An astronaut is on the surface of a new planet that has a radius of 6.1×10^6m (similar to Venus) and a mass of 6.4×10^23kg (similar to Mars). If she dropped her cell phone, what would be the free-fall acceleration of the phone? Recall that G=6.67×10^−11 N⋅m2/kg2.
Express your answer to two significant figures and indicate the appropriate units.
Well, if the astronaut dropped her cell phone, it would start to experience the gravitational pull of the new planet. To find the free-fall acceleration of the phone, we can use the formula:
g = G * (M / r^2),
where g is the acceleration due to gravity, G is the gravitational constant, M is the mass of the planet, and r is the radius of the planet.
Plugging in the values, we have:
g = (6.67×10^−11 N⋅m^2/kg^2) * (6.4×10^23 kg) / (6.1×10^6 m)^2.
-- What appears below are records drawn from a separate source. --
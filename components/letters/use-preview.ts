import { keepPreviousData, useQuery } from '@tanstack/react-query'
import { useEffect, useState } from 'react'
import type { Answer } from '../shell/use-action'

export type Preview = (input: { body: string }) => Promise<Answer<{ html: string }>>

const PAUSE = 350

/** The letter as it would be mailed, made by the server with the code that mails it, after a pause in typing. */
export function usePreview(body: string, preview: Preview) {
  const [settled, setSettled] = useState(body)
  useEffect(() => {
    const timer = setTimeout(() => setSettled(body), PAUSE)
    return () => clearTimeout(timer)
  }, [body])
  return useQuery({
    enabled: settled.trim() !== '',
    queryKey: ['letter-preview', settled],
    queryFn: async () => {
      const answer = await preview({ body: settled })
      if (!answer.ok) throw new Error(answer.message)
      return answer.value.html
    },
    placeholderData: keepPreviousData,
    staleTime: Infinity,
    gcTime: 10_000,
  })
}
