'use client'

import Link from 'next/link'
import { useRouter } from 'next/navigation'
import type { LetterView } from '@/db/queries/letter'
import type { ManuscriptView } from '@/db/queries/manuscript'
import type { PointRow } from '@/db/queries/points'
import { StateTag } from '../shell/state-tag'
import { useAction, type Answer } from '../shell/use-action'
import { Button, ButtonLink } from '../ui/button'
import { Notice } from '../ui/notice'
import { Page } from '../ui/page'
import { PageHead } from '../ui/page-head'
import { Time } from '../ui/time'
import { AnswerForm, type WriteAnswer } from './answer-form'
import { LetterSheet } from './letter-sheet'

type AnswerScreenProps = {
  manuscript: ManuscriptView
  letter: LetterView
  points: readonly PointRow[]
  write: WriteAnswer
  openRound: (input: { manuscriptId: string }) => Promise<Answer<unknown>>
}

/** The letter as it was sent, its points with the authors' answers, and the way to a revision. */
export function AnswerScreen({ manuscript, letter, points, write, openRound }: AnswerScreenProps) {
  const may = (action: ManuscriptView['actions'][number]) => manuscript.actions.includes(action)
  const mayWrite = may('writeAnswer')
  const answered = points.filter((point) => point.answer !== null).length
  return (
    <Page>
      <PageHead
        above={
          <span className="flex items-center gap-2">
            <Link href={`/manuscripts/${manuscript.id}`} className="text-tide hover:underline">
              {manuscript.reference ?? 'Manuscript'}
            </Link>
            <StateTag state={manuscript.state} />
            round {letter.round}
          </span>
        }
        title="Letter and answers"
        lead={manuscript.title}
      />
      <div className="grid gap-x-10 gap-y-8 xl:grid-cols-2">
        <section aria-labelledby="letter-title">
          <h2 id="letter-title" className="text-lg font-semibold">
            Verdict: {letter.verdict}
          </h2>
          <p className="mb-2 text-ink-soft">
            Sent <Time at={letter.sentAt} show="moment" />
          </p>
          <LetterSheet subject={letter.subject} html={letter.html} />
        </section>
        <section aria-labelledby="answers-title" className="print:hidden">
          <h2 id="answers-title" className="text-lg font-semibold">
            Point by point
          </h2>
          <p className="mb-4 text-ink-soft" aria-live="polite">
            {points.length === 0 ? 'The letter makes no points.' : `${answered} of ${points.length} answered`}
            {mayWrite && points.length > 0 && (
              <>
                ; an answer is hoped for by <Time at={letter.answerBy} show="due" />
              </>
            )}
            .
          </p>
          <ol>
            {points.map((point, index) => (
              <AnswerForm key={point.id} point={point} number={index + 1} write={mayWrite ? write : null} />
            ))}
          </ol>
          <Revision manuscript={manuscript} openRound={openRound} />
        </section>
      </div>
    </Page>
  )
}

function Revision({ manuscript, openRound }: Pick<AnswerScreenProps, 'manuscript' | 'openRound'>) {
  const router = useRouter()
  const to = `/hand-in/${manuscript.id}`
  const { run, pending, message } = useAction(openRound, () => router.push(to))
  if (manuscript.sight === 'submitter' && manuscript.actions.includes('handIn')) {
    return (
      <Notice
        title="A revision is being prepared"
        action={
          <ButtonLink href={to} variant="primary">
            Go on with it
          </ButtonLink>
        }
      />
    )
  }
  if (!manuscript.actions.includes('openRound')) return null
  return (
    <>
      {message && <Notice tone="trouble">{message}</Notice>}
      <Notice
        title="Hand in a revision"
        action={
          <Button
            variant="primary"
            busy={pending && 'Opening…'}
            onClick={() => run({ manuscriptId: manuscript.id })}
          >
            Begin the revision
          </Button>
        }
      >
        A new round opens with your files; the answers go with it.
      </Notice>
    </>
  )
}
Calculating this out gives us g ≈ 9.7 m/s^2.
So, the free-fall acceleration of the cell phone on the new planet would be approximately 9.7 m/s^2. I hope it has a good protective case to handle that fall!
To find the free-fall acceleration of an object on the surface of a planet, we can use the formula:
a = G * (M / R^2)
where:
a is the free-fall acceleration,
G is the gravitational constant (6.67×10^−11 N⋅m^2/kg^2),
M is the mass of the planet (6.4×10^23 kg), and
R is the radius of the planet (6.1×10^6 m).
Substituting the given values into the formula:
a = (6.67×10^−11 N⋅m^2/kg^2) * (6.4×10^23 kg) / (6.1×10^6 m)^2
Calculating this expression will give us the free-fall acceleration of the phone on the surface of the planet.
To find the free-fall acceleration of the cell phone on the surface of the new planet, we can use the formula for the acceleration due to gravity:
acceleration due to gravity (g) = (Gravitational constant * mass of the planet) / (radius of the planet)^2
Given that the Gravitational constant G is 6.67×10^−11 N⋅m^2/kg^2, the mass of the planet is 6.4×10^23 kg, and the radius of the planet is 6.1×10^6 m, we can substitute these values into the formula:
g = (6.67×10^−11 N⋅m^2/kg^2 * 6.4×10^23 kg) / (6.1×10^6 m)^2
Now, let's calculate the value:
g = (6.67×10^−11 N⋅m^2/kg^2 * 6.4×10^23 kg) / (6.1×10^6 m)^2
≈ 1.102 m/s^2
Therefore, the free-fall acceleration of the cell phone on the surface of the new planet is approximately 1.10 m/s^2.